One way to reduce urban heat is by reflecting away more of the incoming radiant energy from the Sun. Using more reflective and lighter coloured materials in will reflect part of that heating energy back into space. Rooftops made of special reflective coatings – known as “cool roofs” –absorb less heat than conventional asphalted or tiled ones. Solar panels are mainly made for generating electricity, but can also change the heat energy that roofs absorb from the Sun. In both cases, the energy balance of the cities is changed, reducing the amount of heat that is further released by the built-up environment.

To test how the two technologies could protect against urban heating in Greater London, we developed a model of the buildings and atmosphere representing how cities impact the local climate, then tested different scenarios. One scenario consisted of deploying cool roofs over all buildings in London, the other had all rooftops with solar panels. Both were compared to typical roof materials in London today. As a benchmark of potential future heatwaves, we used the summer of 2018, the year with the highest average temperature in London and across the UK.

Schematic showing how urban heat interventions were analysed.

According to our model, cool roofs cooled the air at street level by an average of 0.8 °C over the whole summer while rooftop solar cooled it by 0.3 °C. According to our statistical estimates, such a temperature reduction from cool roofs could save 249 out of the estimated 786 heat-related deaths in London, or 96 in the case of solar panels.
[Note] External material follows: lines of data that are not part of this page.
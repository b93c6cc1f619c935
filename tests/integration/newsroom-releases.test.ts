import { isActionFailure } from '@sveltejs/kit';
import { asc, eq } from 'drizzle-orm';
import { describe, expect, it } from 'vitest';
import type { SessionUser } from '$lib/server/auth/lucia';
import {
	auditLog,
	patientEvents,
	patients,
	patientStatusLog,
	releases
} from '$lib/server/db/schema';
import type { PatientInput } from '$lib/server/newsroom/patient-rules';
import { changeStatus, createPatient, setPublicTreatment } from '$lib/server/newsroom/patients';
import { completeRelease, planRelease } from '$lib/server/newsroom/releases';
import { actions } from '../../src/routes/staff/newsroom/patients/[id]/+page.server';
import { useTestDatabase } from '../setup/test-db';
import { daysAgo, fakeEvent, people, rows } from './newsroom-helpers';

process.env.MAIL_WORKER = 'off';
const db = useTestDatabase();
const person = people(db);

const SITE = {
	lat: '17.912345',
	lon: '-66.254321',
	notes: 'Launch from the north side of the reef gap'
};

function patientInput(name: string): PatientInput {
	return {
		name,
		species: 'green',
		lifeStage: 'subadult',
		carapaceLengthCm: 62,
		weightKg: 30,
		admittedOn: daysAgo(120),
		admissionReason: 'boat_strike',
		summary: '',
		strandedOn: null,
		strandingPlace: null,
		strandingLatitude: null,
		strandingLongitude: null,
		flipperTags: [],
		microchip: null,
		transmitterId: null,
		medicalNotes: null,
		agencyCaseNumber: null
	};
}

/** A patient judged ready for release, through the same status steps staff take. */
async function readyPatient(name: string, actor: SessionUser): Promise<string> {
	const { id } = await createPatient(patientInput(name), actor);
	await db().transaction((tx) => changeStatus(tx, id, 'in_rehabilitation', actor));
	await db().transaction((tx) => changeStatus(tx, id, 'ready_for_release', actor));
	return id;
}

function releaseForm(over: Record<string, string> = {}) {
	return {
		releaseOn: daysAgo(1),
		publicArea: 'off the south coast',
		habitat: 'seagrass_bed',
		siteLatitude: SITE.lat,
		siteLongitude: SITE.lon,
		siteNotes: SITE.notes,
		authorisationRef: 'AGENCY-REL-2026-17',
		vetClearedBy: 'Dr. Example Vet',
		vetClearedOn: daysAgo(2),
		transmitterAttached: 'on',
		...over
	};
}

async function plan(patientId: string, actor: SessionUser, over: Record<string, string> = {}) {
	const result = await actions.release(
		fakeEvent(`/staff/newsroom/patients/${patientId}`, actor, releaseForm(over), {
			id: patientId
		})
	);
	expect(result).toEqual({ form: 'release', done: 'Release planned.' });
	const [row] = await db().select().from(releases).where(eq(releases.patientId, patientId));
	return row.id;
}

function complete(patientId: string, releaseId: string, actor: SessionUser) {
	return actions.completeRelease(
		fakeEvent(`/staff/newsroom/patients/${patientId}`, actor, { releaseId }, { id: patientId })
	);
}

async function snapshot() {
	return {
		patients: await db().select().from(patients).orderBy(asc(patients.id)),
		releases: await db().select().from(releases).orderBy(asc(releases.id)),
		log: await rows(db, patientStatusLog),
		events: await db().select().from(patientEvents).orderBy(asc(patientEvents.id)),
		audit: await rows(db, auditLog)
	};
}

function refusal(result: unknown): string {
	expect(isActionFailure(result)).toBe(true);
	if (!isActionFailure(result)) throw new Error('expected a failure');
	expect(result.status).toBe(400);
	return (result.data as unknown as { message: string }).message;
}

describe('planning a release', () => {
	it('refuses bad input with field messages and stores nothing', async () => {
		const educator = await person(['educator']);
		const id = await readyPatient('Plan', educator);
		const before = await snapshot();
		const result = await actions.release(
			fakeEvent(
				`/staff/newsroom/patients/${id}`,
				educator,
				releaseForm({
					publicArea: '17.9123 N, 66.2543 W',
					habitat: 'lagoon',
					siteLatitude: '-95',
					vetClearedOn: daysAgo(-5)
				}),
				{ id }
			)
		);
		expect(isActionFailure(result) && result.data).toMatchObject({
			errors: {
				publicArea: expect.stringMatching(/looks like a position/),
				habitat: 'Choose the habitat.',
				siteLatitude: expect.stringMatching(/between −90 and 90/),
				vetClearedOn: 'The clearance date cannot be in the future.'
			}
		});
		expect(await snapshot()).toEqual(before);
	});

	it('keeps one open plan per patient', async () => {
		const educator = await person(['educator']);
		const id = await readyPatient('Once', educator);
		await plan(id, educator);
		await expect(
			planRelease(
				id,
				{
					releaseOn: daysAgo(0),
					publicArea: 'off the east coast',
					habitat: 'beach',
					siteLatitude: null,
					siteLongitude: null,
					siteNotes: null,
					authorisationRef: null,
					vetClearedBy: null,
					vetClearedOn: null,
					transmitterAttached: false
				},
				educator
			)
		).rejects.toThrow(/already has a planned release/);
	});
});

describe('marking a release done', () => {
	it('is refused without the authorisation reference, naming it, and changes nothing', async () => {
		const educator = await person(['educator']);
		const id = await readyPatient('Sin Permiso', educator);
		const releaseId = await plan(id, educator, { authorisationRef: '' });
		const before = await snapshot();
		const message = refusal(await complete(id, releaseId, educator));
		expect(message).toMatch(/authorisation reference/);
		expect(message).not.toMatch(/veterinary clearance/);
		expect(await snapshot()).toEqual(before);
	});

	it('is refused without the vet clearance, naming it, and changes nothing', async () => {
		const educator = await person(['educator']);
		const id = await readyPatient('Sin Vet', educator);
		const releaseId = await plan(id, educator, { vetClearedBy: '', vetClearedOn: '' });
		const before = await snapshot();
		const message = refusal(await complete(id, releaseId, educator));
		expect(message).toMatch(/veterinary clearance/);
		expect(message).not.toMatch(/authorisation reference/);
		expect(await snapshot()).toEqual(before);
	});

	it('names both when both are missing', async () => {
		const educator = await person(['educator']);
		const id = await readyPatient('Sin Nada', educator);
		const releaseId = await plan(id, educator, {
			authorisationRef: '',
			vetClearedBy: '',
			vetClearedOn: ''
		});
		expect(refusal(await complete(id, releaseId, educator))).toBe(
			'The release cannot be marked done yet. Record the wildlife agency’s authorisation reference and the veterinary clearance (who cleared the turtle, and when).'
		);
	});

	it('is refused while the patient is still in rehabilitation', async () => {
		const educator = await person(['educator']);
		const id = await readyPatient('Recaida', educator);
		const releaseId = await plan(id, educator);
		await db().transaction((tx) => changeStatus(tx, id, 'in_rehabilitation', educator, 'Setback'));
		const before = await snapshot();
		expect(refusal(await complete(id, releaseId, educator))).toMatch(
			/Set the status to “Ready for release” before marking the release done/
		);
		expect(await snapshot()).toEqual(before);
	});

	it('with both records: releases the patient, logs it, and stores one public event', async () => {
		const educator = await person(['educator']);
		const id = await readyPatient('Marejada', educator);
		const releaseId = await plan(id, educator);
		const logBefore = await rows(db, patientStatusLog);

		const result = await complete(id, releaseId, educator);
		expect(result).toEqual({
			form: 'release',
			done: 'Release marked done; the patient is now “Released”.'
		});

		const [patient] = await db().select().from(patients).where(eq(patients.id, id));
		expect(patient.status).toBe('released');
		const [release] = await db().select().from(releases).where(eq(releases.id, releaseId));
		expect(release.doneBy).toBe(educator.id);
		expect(release.doneAt).toBeInstanceOf(Date);

		expect(await rows(db, patientStatusLog)).toBe(logBefore + 1);
		const [last] = await db()
			.select()
			.from(patientStatusLog)
			.where(eq(patientStatusLog.patientId, id))
			.orderBy(asc(patientStatusLog.id))
			.then((all) => all.slice(-1));
		expect(last).toMatchObject({
			fromStatus: 'ready_for_release',
			toStatus: 'released',
			changedBy: educator.id
		});

		const events = await db().select().from(patientEvents).where(eq(patientEvents.patientId, id));
		expect(events).toHaveLength(1);
		expect(events[0]).toMatchObject({
			kind: 'released',
			dedupeKey: `released:${releaseId}`,
			processedAt: null
		});
		expect(events[0].payload).toEqual({
			releaseOn: release.releaseOn,
			publicArea: 'off the south coast',
			habitat: 'seagrass_bed'
		});
		// Nothing staff-only in the event, in any form.
		const text = JSON.stringify(events[0]);
		for (const secret of [
			SITE.lat,
			SITE.lon,
			'17.91',
			'66.25',
			SITE.notes,
			'AGENCY-REL',
			'Example Vet'
		]) {
			expect(text).not.toContain(secret);
		}
	});

	it('a second time changes nothing', async () => {
		const educator = await person(['educator']);
		const admin = await person(['admin']);
		const id = await readyPatient('Dos Veces', educator);
		const releaseId = await plan(id, educator);
		await complete(id, releaseId, educator);
		const before = await snapshot();

		expect(await complete(id, releaseId, admin)).toEqual({
			form: 'release',
			done: 'This release was already marked done; nothing changed.'
		});
		expect(await completeRelease(releaseId, admin)).toMatchObject({ outcome: 'already_done' });
		expect(await snapshot()).toEqual(before);
		const [release] = await db().select().from(releases).where(eq(releases.id, releaseId));
		expect(release.doneBy).toBe(educator.id);

		// Re-admitted later, the old release still changes nothing.
		await db().transaction((tx) => changeStatus(tx, id, 'admitted', educator, 'Stranded again'));
		const readmitted = await snapshot();
		expect(await completeRelease(releaseId, admin)).toMatchObject({ outcome: 'already_done' });
		expect(await snapshot()).toEqual(readmitted);
	});

	it('stores no event for a patient hidden from the public', async () => {
		const educator = await person(['educator']);
		const id = await readyPatient('Oculta', educator);
		await setPublicTreatment(id, 'hidden', null, educator);
		const releaseId = await plan(id, educator);
		await complete(id, releaseId, educator);
		const [patient] = await db().select().from(patients).where(eq(patients.id, id));
		expect(patient.status).toBe('released');
		expect(await db().select().from(patientEvents).where(eq(patientEvents.patientId, id))).toEqual(
			[]
		);
	});

	it('will not complete another patient’s release from this page', async () => {
		const educator = await person(['educator']);
		const a = await readyPatient('Uno', educator);
		const b = await readyPatient('Otro', educator);
		const releaseOfB = await plan(b, educator);
		const before = await snapshot();
		expect(refusal(await complete(a, releaseOfB, educator))).toMatch(/not this patient’s/);
		expect(await snapshot()).toEqual(before);
	});
});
This means that applying reflective surfaces on roofs could reduce heat-mortality in London by about a third under current exceptionally hot summers.
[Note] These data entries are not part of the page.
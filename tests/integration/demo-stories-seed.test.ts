import { and, count, eq, isNotNull, isNull } from 'drizzle-orm';
import { beforeAll, describe, expect, it } from 'vitest';
import {
	patientEvents,
	patients,
	patientStatusLog,
	releases,
	stories,
	storyPatients
} from '$lib/server/db/schema';
import { seedDemo } from '$lib/server/db/seed/demo';
import { renderMarkdown } from '$lib/server/newsroom/markdown';
import { useTestDatabase } from '../setup/test-db';

const db = useTestDatabase();

beforeAll(async () => {
	await seedDemo(db(), new Date('2026-06-15T12:00:00Z'));
});

describe('demo stories, releases and status history', () => {
	it('publishes 6 to 8 stories of several kinds, each about a patient, and keeps a draft and one in review', async () => {
		const rows = await db().select().from(stories);
		const published = rows.filter((s) => s.status === 'published');
		expect(published.length).toBeGreaterThanOrEqual(6);
		expect(published.length).toBeLessThanOrEqual(8);
		expect(new Set(published.map((s) => s.kind)).size).toBeGreaterThanOrEqual(4);
		expect(rows.filter((s) => s.status === 'draft')).toHaveLength(1);
		expect(rows.filter((s) => s.status === 'in_review')).toHaveLength(1);
		const linked = new Set((await db().select().from(storyPatients)).map((l) => l.storyId));
		for (const story of rows) {
			expect(linked.has(story.id), story.slug).toBe(true);
			// The stored HTML is exactly what the Newsroom's sanitizer makes of the markdown.
			expect(story.bodyHtml, story.slug).toBe(renderMarkdown(story.bodyMarkdown));
			expect(story.bodyHtml).not.toMatch(/<script|on\w+=/i);
			if (story.status === 'published') {
				expect(story.publishedAt, story.slug).toBeInstanceOf(Date);
				expect(story.approvedBy, story.slug).not.toBe(story.authorId);
			} else {
				expect(story.publishedAt).toBeNull();
			}
		}
	});

	it('records a completed release, with its paperwork, for every released patient', async () => {
		const released = await db().select().from(patients).where(eq(patients.status, 'released'));
		expect(released.length).toBeGreaterThan(0);
		for (const patient of released) {
			const [release] = await db()
				.select()
				.from(releases)
				.where(and(eq(releases.patientId, patient.id), isNotNull(releases.doneAt)));
			expect(release, patient.slug).toBeDefined();
			expect(release.publicArea).toMatch(/\w/);
			expect(release.authorisationRef).toBeTruthy();
			expect(release.vetClearedBy).toBeTruthy();
			expect(release.vetClearedOn! <= release.releaseOn).toBe(true);
			expect(release.releaseOn >= patient.admittedOn).toBe(true);
			expect(release.siteLatitude).toBeTruthy();
			const events = await db()
				.select()
				.from(patientEvents)
				.where(and(eq(patientEvents.patientId, patient.id), eq(patientEvents.kind, 'released')));
			expect(events).toHaveLength(1);
			// Already told: no homecoming update goes out for the demo's history.
			expect(events[0].processedAt).not.toBeNull();
		}
	});

	it("logs each patient's history, starting at admission and ending at the current status", async () => {
		const all = await db().select().from(patients);
		for (const patient of all) {
			const log = await db()
				.select()
				.from(patientStatusLog)
				.where(eq(patientStatusLog.patientId, patient.id))
				.orderBy(patientStatusLog.changedAt);
			expect(log.length, patient.slug).toBeGreaterThan(0);
			expect(log[0]).toMatchObject({ fromStatus: null, toStatus: 'admitted' });
			expect(log.at(-1)!.toStatus, patient.slug).toBe(patient.status);
			for (let i = 1; i < log.length; i++) {
				expect(log[i].fromStatus).toBe(log[i - 1].toStatus);
			}
		}
	});

	it('stores no unprocessed event, so no e-mail is sent for the demo history', async () => {
		const pending = await db()
			.select()
			.from(patientEvents)
			.where(isNull(patientEvents.processedAt));
		expect(pending).toHaveLength(0);
		const [{ n }] = await db().select({ n: count() }).from(patientEvents);
		expect(n).toBeGreaterThan(0);
	});
});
This work could influence how cool roofs and solar panels are supported by government policy in the UK. When avoided deaths are used to inform public policy, they are often quantified in economic terms by a "statistical value of life". In this case we found that over the summer of 2018, the cool roofs could have had a value of statistical life of £615 million, or the solar panels £237 million.

Could this ever be implemented over the whole of London? Practically speaking, it would be hard to change all the roofs like in these scenarios. Nevertheless, our study provides an upper estimate of what could be achieved by deploying those rooftop interventions. Also, while the physics model we used is plausible and accurate, other models, other weather, or other cities might see different results; so, we have to be cautious generalizing these results. Finally, cool roofs might increase the amount of heating needed in winter, which also affects people’s health: summer extreme heat is not the whole story.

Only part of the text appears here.